Esclavos cortan caña de azúcar en una plantación de la Antigua (1823).
Sangre, azúcar, dinero y ladrillos
En el Guggenheim de Bilbao cuelga un extraño tapiz. A primera vista brilla y sus formas arrugadas deslumbran en tonos rojizos, dorados y blancos. Cuando uno se acerca a su presencia imponente y se fija en las formas, se da cuenta de que las escamas de este pez extraño son en realidad tapones de botellas.
Su nombre es Piel de la tierra, y está hecho por El Anatsui, de quien se dice que es el escultor africano contemporáneo más importante, y al que el Guggenheim iba a dedicar una retrospectiva este verano. La elección de los materiales no es casual; son tapones de botellas de alcohol entrelazados.
Con su mera acumulación hablan de los males del pasado y del presente del continente. Nos remiten a sus megalópolis modernas en las que toda pieza o desecho se reutiliza, pero también a los tiempos del terrible comercio triangular que tenía un vértice en sus costas.
Un comercio que llevaba personas de África a América, el segundo vértice, donde las explotaba para el cultivo de diversos productos –el más destacado y deseado de ellos, la caña de azúcar- que luego se procesaba y vendía en Europa.
El azúcar financiaba imperios y proporcionaba calorías baratas para alimentar a futuros obreros y soldados.
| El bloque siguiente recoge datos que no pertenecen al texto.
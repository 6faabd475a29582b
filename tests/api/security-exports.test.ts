import ExcelJS from 'exceljs';
import Papa from 'papaparse';
import { afterAll, beforeAll, describe, expect, it } from 'vitest';
import { DEMO_CATALOGUES } from '../../seeds/02-catalogue';
import { createTestApp, type Client, type TestApp } from '../setup/test-app';
import { signIn } from '../setup/scenario';
import { merchantWithCatalogue, orderBody } from '../setup/order-scenario';
import { makeOrgWithUser } from '../setup/factories';

/**
 * Formula text typed anywhere (a site, a building, a face, a product) is stored as typed and leaves
 * through every spreadsheet export as text: no cell of any CSV or workbook starts with = + - @, a tab
 * or a carriage return unless an apostrophe comes first, and no workbook cell is a formula.
 */

const HYPERLINK = '=HYPERLINK("http://evil.test","open me")';
let t: TestApp;
let desk: Client;
let estimator: Client;
let ids: { branchId: number; estimateId: number; invoiceId: number };

beforeAll(async () => {
  t = await createTestApp({ LOGIN_RATE_LIMIT: '1000' });
  const m = await merchantWithCatalogue(t, DEMO_CATALOGUES[0]);
  desk = await signIn(t.app, m.salesEmail);
  const tile = m.product('TRS-FL420-SG');
  const renamed = await desk.patch(`/api/products/${tile}`, { name: HYPERLINK });
  expect(renamed.status, JSON.stringify(renamed.body)).toBe(200);
  expect(renamed.body.name).toBe(HYPERLINK);

  const k = await makeOrgWithUser(t.db, 'contractor', 'contractor_estimator', '@Contractor +name');
  estimator = await signIn(t.app, k.email);
  const p = await estimator.post('/api/projects', { name: '-2+3 Formula Row', site_address: '=1+1 Dunsworth', crane_lift: 'allowed', overhead_lines: 'none' });
  expect(p.status).toBe(201);
  expect(p.body.name).toBe('-2+3 Formula Row');
  const csv = [
    'building,face,quantity,pitch_deg,rafter_mm,eaves_mm,left,right,top',
    `"${HYPERLINK.replace(/"/g, '""')}",+Front,1,40,5000,8000,verge,verge,ridge`,
    `"${HYPERLINK.replace(/"/g, '""')}",@Back,1,40,5000,8000,verge,verge,ridge`,
    '',
  ].join('\n');
  const token = await estimator.csrf();
  const s = await estimator.agent.post(`/api/projects/${p.body.id}/schedule`).set('X-CSRF-Token', token).set('Content-Type', 'text/csv').send(csv);
  expect(s.status, JSON.stringify(s.body)).toBe(201);
  const e = await estimator.post(`/api/projects/${p.body.id}/estimates`, { system_id: m.systemId });
  expect(e.status, JSON.stringify(e.body)).toBe(201);
  const o = await estimator.post('/api/orders', orderBody({ estimate: e.body }, m, { po_reference: '=PO()' }));
  expect(o.status, JSON.stringify(o.body)).toBe(201);
  expect((await desk.post(`/api/orders/${o.body.id}/confirm`, {})).status).toBe(200);
  const inv = await desk.post(`/api/orders/${o.body.id}/invoice`);
  expect(inv.status, JSON.stringify(inv.body)).toBe(201);
  ids = { branchId: m.branchId, estimateId: e.body.id, invoiceId: inv.body.id };
}, 60_000);
afterAll(async () => t.close());

const FORMULA_START = /^(?:[\t\r]|\s*[=+\-@\uFF1D\uFF0B\uFF0D\uFF20])/;
const PLAIN_NUMBER = /^-?\d+(?:\.\d+)?$/;

const binary = (req: ReturnType<Client['get']>) =>
  req.buffer(true).parse((res, cb) => {
    const chunks: Buffer[] = [];
    res.on('data', (c: Buffer) => chunks.push(c));
    res.on('end', () => cb(null, Buffer.concat(chunks)));
  });

/** Every text of a CSV export, checked; returns the texts so a test can find its planted value. */
function csvTexts(text: string): string[] {
  const rows = Papa.parse<string[]>(text.replace(/^\uFEFF/, ''), { skipEmptyLines: true }).data;
  const cells = rows.flat();
  const live = cells.filter((c) => FORMULA_START.test(c) && !PLAIN_NUMBER.test(c));
  expect(live, 'cells a spreadsheet would run').toEqual([]);
  return cells;
}

async function xlsxTexts(buf: Buffer): Promise<string[]> {
  const wb = new ExcelJS.Workbook();
  await wb.xlsx.load(buf as unknown as ArrayBuffer);
  const texts: string[] = [];
  const live: string[] = [];
  for (const ws of wb.worksheets) {
    ws.eachRow((row) =>
      row.eachCell((cell) => {
        if (cell.type === ExcelJS.ValueType.Formula) live.push(`${ws.name}!${cell.address}: formula`);
        if (typeof cell.value === 'string') {
          texts.push(cell.value);
          if (FORMULA_START.test(cell.value)) live.push(`${ws.name}!${cell.address}: ${cell.value}`);
        }
      }),
    );
  }
  expect(live, 'cells a spreadsheet would run').toEqual([]);
  return texts;
}

describe('every spreadsheet export neutralises formula text', () => {
  it('the estimate’s bill of materials as CSV', async () => {
    const res = await estimator.get(`/api/estimates/${ids.estimateId}/export.csv?table=bill`);
    expect(res.status).toBe(200);
    expect(csvTexts(res.text)).toContain(`'${HYPERLINK}`);
  });

  it('the estimate’s faces as CSV', async () => {
    const res = await estimator.get(`/api/estimates/${ids.estimateId}/export.csv?table=faces`);
    expect(res.status).toBe(200);
    const texts = csvTexts(res.text);
    expect(texts).toContain(`'${HYPERLINK}`);
    expect(texts).toContain("'+Front");
    expect(texts).toContain("'@Back");
  });

  it('the estimate as a workbook (bill, faces and about sheets)', async () => {
    const res = await binary(estimator.get(`/api/estimates/${ids.estimateId}/export.xlsx`));
    expect(res.status).toBe(200);
    const texts = await xlsxTexts(res.body as Buffer);
    expect(texts).toContain(`'${HYPERLINK}`);
    expect(texts).toContain("'-2+3 Formula Row");
    expect(texts).toContain("'=1+1 Dunsworth");
  });

  it('the price list as CSV and as a workbook', async () => {
    const csv = await desk.get(`/api/branches/${ids.branchId}/price-list`);
    expect(csv.status).toBe(200);
    expect(csvTexts(csv.text)).toContain(`'${HYPERLINK}`);
    const xlsx = await binary(desk.get(`/api/branches/${ids.branchId}/price-list?format=xlsx`));
    expect(await xlsxTexts(xlsx.body as Buffer)).toContain(`'${HYPERLINK}`);
  });

  it('the stock counts as CSV and as a workbook', async () => {
    const csv = await desk.get(`/api/branches/${ids.branchId}/stock-counts`);
    expect(csv.status).toBe(200);
    expect(csvTexts(csv.text)).toContain(`'${HYPERLINK}`);
    const xlsx = await binary(desk.get(`/api/branches/${ids.branchId}/stock-counts?format=xlsx`));
    expect(await xlsxTexts(xlsx.body as Buffer)).toContain(`'${HYPERLINK}`);
  });

  it('the invoice as a workbook', async () => {
    const res = await binary(desk.get(`/api/invoices/${ids.invoiceId}/export.xlsx`));
    expect(res.status).toBe(200);
    const texts = await xlsxTexts(res.body as Buffer);
    expect(texts).toContain(`'${HYPERLINK}`);
    expect(texts).toContain("'@Contractor +name");
  });

  it('keeps the typed text as typed in the records themselves', async () => {
    expect((await t.db('products').where({ name: HYPERLINK })).length).toBe(1);
    expect((await t.db('projects').where({ name: '-2+3 Formula Row' })).length).toBe(1);
  });
});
Y se exportaba como alcohol de vuelta a África, para comprar con él aún más esclavos.
Estos días hemos visto cómo en Bristol han derribado la estatua de Edward Colston, ilustre prohombre, político, filántropo y esclavista –en cuyos barcos murieron hasta 19.000 personas cruzando el Atlántico– en las protestas del Black Lives Matter por el asesinato de George Floyd.
Colston, el hombre del que la poetisa Vanessa Kisuule ha escrito que “perfeccionó la proporción entre sangre, azúcar, dinero y ladrillos” es un perfecto ejemplo de la estela de sangre que deja el azúcar, así como de los eternos dilemas de la memoria histórica (ha habido varios intentos de agregar una segunda placa al monumento para contextualizarlo; han terminado sin acuerdo entorno al texto).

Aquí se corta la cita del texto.